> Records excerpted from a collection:

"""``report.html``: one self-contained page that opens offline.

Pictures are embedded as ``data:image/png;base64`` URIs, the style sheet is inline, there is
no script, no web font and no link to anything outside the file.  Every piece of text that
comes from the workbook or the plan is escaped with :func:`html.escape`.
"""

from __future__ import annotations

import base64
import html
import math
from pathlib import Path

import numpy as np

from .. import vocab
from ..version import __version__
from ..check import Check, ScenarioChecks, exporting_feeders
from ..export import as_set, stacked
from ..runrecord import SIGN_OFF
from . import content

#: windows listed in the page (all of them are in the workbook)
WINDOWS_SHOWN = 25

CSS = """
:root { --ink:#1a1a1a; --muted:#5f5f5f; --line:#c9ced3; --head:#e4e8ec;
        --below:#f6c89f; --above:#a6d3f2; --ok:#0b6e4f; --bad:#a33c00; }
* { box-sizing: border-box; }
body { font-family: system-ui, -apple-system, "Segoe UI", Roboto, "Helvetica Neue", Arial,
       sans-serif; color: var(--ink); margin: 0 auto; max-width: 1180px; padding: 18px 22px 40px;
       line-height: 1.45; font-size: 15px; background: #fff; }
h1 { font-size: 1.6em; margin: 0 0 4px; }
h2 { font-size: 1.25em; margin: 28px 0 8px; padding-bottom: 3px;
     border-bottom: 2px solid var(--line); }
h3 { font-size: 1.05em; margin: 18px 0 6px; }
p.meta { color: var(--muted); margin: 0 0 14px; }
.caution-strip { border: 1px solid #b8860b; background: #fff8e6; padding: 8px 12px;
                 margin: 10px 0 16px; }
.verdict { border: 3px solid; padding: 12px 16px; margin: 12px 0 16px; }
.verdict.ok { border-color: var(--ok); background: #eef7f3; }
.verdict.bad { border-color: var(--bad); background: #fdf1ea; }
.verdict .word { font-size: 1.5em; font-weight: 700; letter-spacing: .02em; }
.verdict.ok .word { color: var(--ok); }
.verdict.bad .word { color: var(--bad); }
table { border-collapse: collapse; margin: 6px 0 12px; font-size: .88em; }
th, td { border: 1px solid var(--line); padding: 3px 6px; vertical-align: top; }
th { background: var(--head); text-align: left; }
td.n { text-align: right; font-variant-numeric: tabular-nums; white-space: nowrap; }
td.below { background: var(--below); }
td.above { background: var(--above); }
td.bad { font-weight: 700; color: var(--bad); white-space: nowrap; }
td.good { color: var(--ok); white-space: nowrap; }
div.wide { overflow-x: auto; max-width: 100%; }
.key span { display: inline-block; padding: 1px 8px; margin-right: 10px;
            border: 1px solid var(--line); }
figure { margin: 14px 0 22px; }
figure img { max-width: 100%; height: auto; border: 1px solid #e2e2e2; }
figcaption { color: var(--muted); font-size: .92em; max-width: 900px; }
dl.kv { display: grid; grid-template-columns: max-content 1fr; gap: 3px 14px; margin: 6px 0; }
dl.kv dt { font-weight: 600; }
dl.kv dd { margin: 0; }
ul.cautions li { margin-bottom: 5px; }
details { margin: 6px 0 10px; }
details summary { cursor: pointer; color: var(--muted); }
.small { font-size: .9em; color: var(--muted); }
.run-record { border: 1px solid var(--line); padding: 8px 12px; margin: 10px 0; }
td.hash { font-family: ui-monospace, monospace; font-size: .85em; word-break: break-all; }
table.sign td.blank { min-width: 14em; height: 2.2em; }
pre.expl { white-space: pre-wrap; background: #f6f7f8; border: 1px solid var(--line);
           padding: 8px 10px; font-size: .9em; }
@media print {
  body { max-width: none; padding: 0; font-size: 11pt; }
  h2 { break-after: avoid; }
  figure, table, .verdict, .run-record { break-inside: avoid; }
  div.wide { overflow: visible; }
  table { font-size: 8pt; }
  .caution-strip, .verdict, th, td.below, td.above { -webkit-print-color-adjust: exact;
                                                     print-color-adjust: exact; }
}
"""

--

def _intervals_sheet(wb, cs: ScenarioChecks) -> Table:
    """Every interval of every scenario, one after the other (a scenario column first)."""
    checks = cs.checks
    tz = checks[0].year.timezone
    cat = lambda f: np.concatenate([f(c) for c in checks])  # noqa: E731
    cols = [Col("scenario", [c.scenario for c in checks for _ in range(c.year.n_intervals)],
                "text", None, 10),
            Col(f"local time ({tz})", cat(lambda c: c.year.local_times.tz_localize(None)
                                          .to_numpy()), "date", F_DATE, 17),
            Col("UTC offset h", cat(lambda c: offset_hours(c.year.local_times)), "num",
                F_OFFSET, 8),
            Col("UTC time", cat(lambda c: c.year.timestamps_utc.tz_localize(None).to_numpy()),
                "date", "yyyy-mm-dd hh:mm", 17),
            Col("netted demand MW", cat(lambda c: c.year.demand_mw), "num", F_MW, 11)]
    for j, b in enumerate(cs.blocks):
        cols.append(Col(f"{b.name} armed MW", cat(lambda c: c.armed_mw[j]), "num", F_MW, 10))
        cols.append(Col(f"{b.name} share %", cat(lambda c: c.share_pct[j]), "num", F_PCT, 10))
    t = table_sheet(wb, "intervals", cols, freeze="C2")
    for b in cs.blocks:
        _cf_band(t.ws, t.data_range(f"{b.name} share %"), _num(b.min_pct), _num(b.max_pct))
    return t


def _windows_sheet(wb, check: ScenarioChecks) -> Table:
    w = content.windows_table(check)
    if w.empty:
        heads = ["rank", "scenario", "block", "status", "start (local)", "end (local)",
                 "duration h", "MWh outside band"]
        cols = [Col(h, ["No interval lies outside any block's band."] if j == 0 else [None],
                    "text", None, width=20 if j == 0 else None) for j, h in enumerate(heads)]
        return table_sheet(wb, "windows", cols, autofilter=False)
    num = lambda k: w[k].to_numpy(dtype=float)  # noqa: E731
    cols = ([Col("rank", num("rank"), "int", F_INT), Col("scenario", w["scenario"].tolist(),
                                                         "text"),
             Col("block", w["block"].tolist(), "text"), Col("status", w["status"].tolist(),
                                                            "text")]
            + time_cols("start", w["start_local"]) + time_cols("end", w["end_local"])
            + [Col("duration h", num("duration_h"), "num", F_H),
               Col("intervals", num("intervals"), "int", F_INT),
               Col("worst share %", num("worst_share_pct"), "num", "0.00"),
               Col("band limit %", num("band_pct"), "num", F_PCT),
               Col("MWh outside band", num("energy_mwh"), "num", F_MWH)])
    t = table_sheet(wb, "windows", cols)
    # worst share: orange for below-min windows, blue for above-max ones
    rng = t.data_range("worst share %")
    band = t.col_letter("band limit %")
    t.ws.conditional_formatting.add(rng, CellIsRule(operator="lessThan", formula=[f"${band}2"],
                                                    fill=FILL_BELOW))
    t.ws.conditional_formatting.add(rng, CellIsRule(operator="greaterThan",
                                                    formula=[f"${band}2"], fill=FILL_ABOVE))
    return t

> Task: Write out exactly the lines above between the line with "collapse; margin: 6px" and the line with "#f6f7f8; border: 1px solid var(--line);", inclusive, and nothing beyond them.

> Answer section:
table { border-collapse: collapse; margin: 6px 0 12px; font-size: .88em; }
th, td { border: 1px solid var(--line); padding: 3px 6px; vertical-align: top; }
th { background: var(--head); text-align: left; }
td.n { text-align: right; font-variant-numeric: tabular-nums; white-space: nowrap; }
td.below { background: var(--below); }
td.above { background: var(--above); }
td.bad { font-weight: 700; color: var(--bad); white-space: nowrap; }
td.good { color: var(--ok); white-space: nowrap; }
div.wide { overflow-x: auto; max-width: 100%; }
.key span { display: inline-block; padding: 1px 8px; margin-right: 10px;
            border: 1px solid var(--line); }
figure { margin: 14px 0 22px; }
figure img { max-width: 100%; height: auto; border: 1px solid #e2e2e2; }
figcaption { color: var(--muted); font-size: .92em; max-width: 900px; }
dl.kv { display: grid; grid-template-columns: max-content 1fr; gap: 3px 14px; margin: 6px 0; }
dl.kv dt { font-weight: 600; }
dl.kv dd { margin: 0; }
ul.cautions li { margin-bottom: 5px; }
details { margin: 6px 0 10px; }
details summary { cursor: pointer; color: var(--muted); }
.small { font-size: .9em; color: var(--muted); }
.run-record { border: 1px solid var(--line); padding: 8px 12px; margin: 10px 0; }
td.hash { font-family: ui-monospace, monospace; font-size: .85em; word-break: break-all; }
table.sign td.blank { min-width: 14em; height: 2.2em; }
pre.expl { white-space: pre-wrap; background: #f6f7f8; border: 1px solid var(--line);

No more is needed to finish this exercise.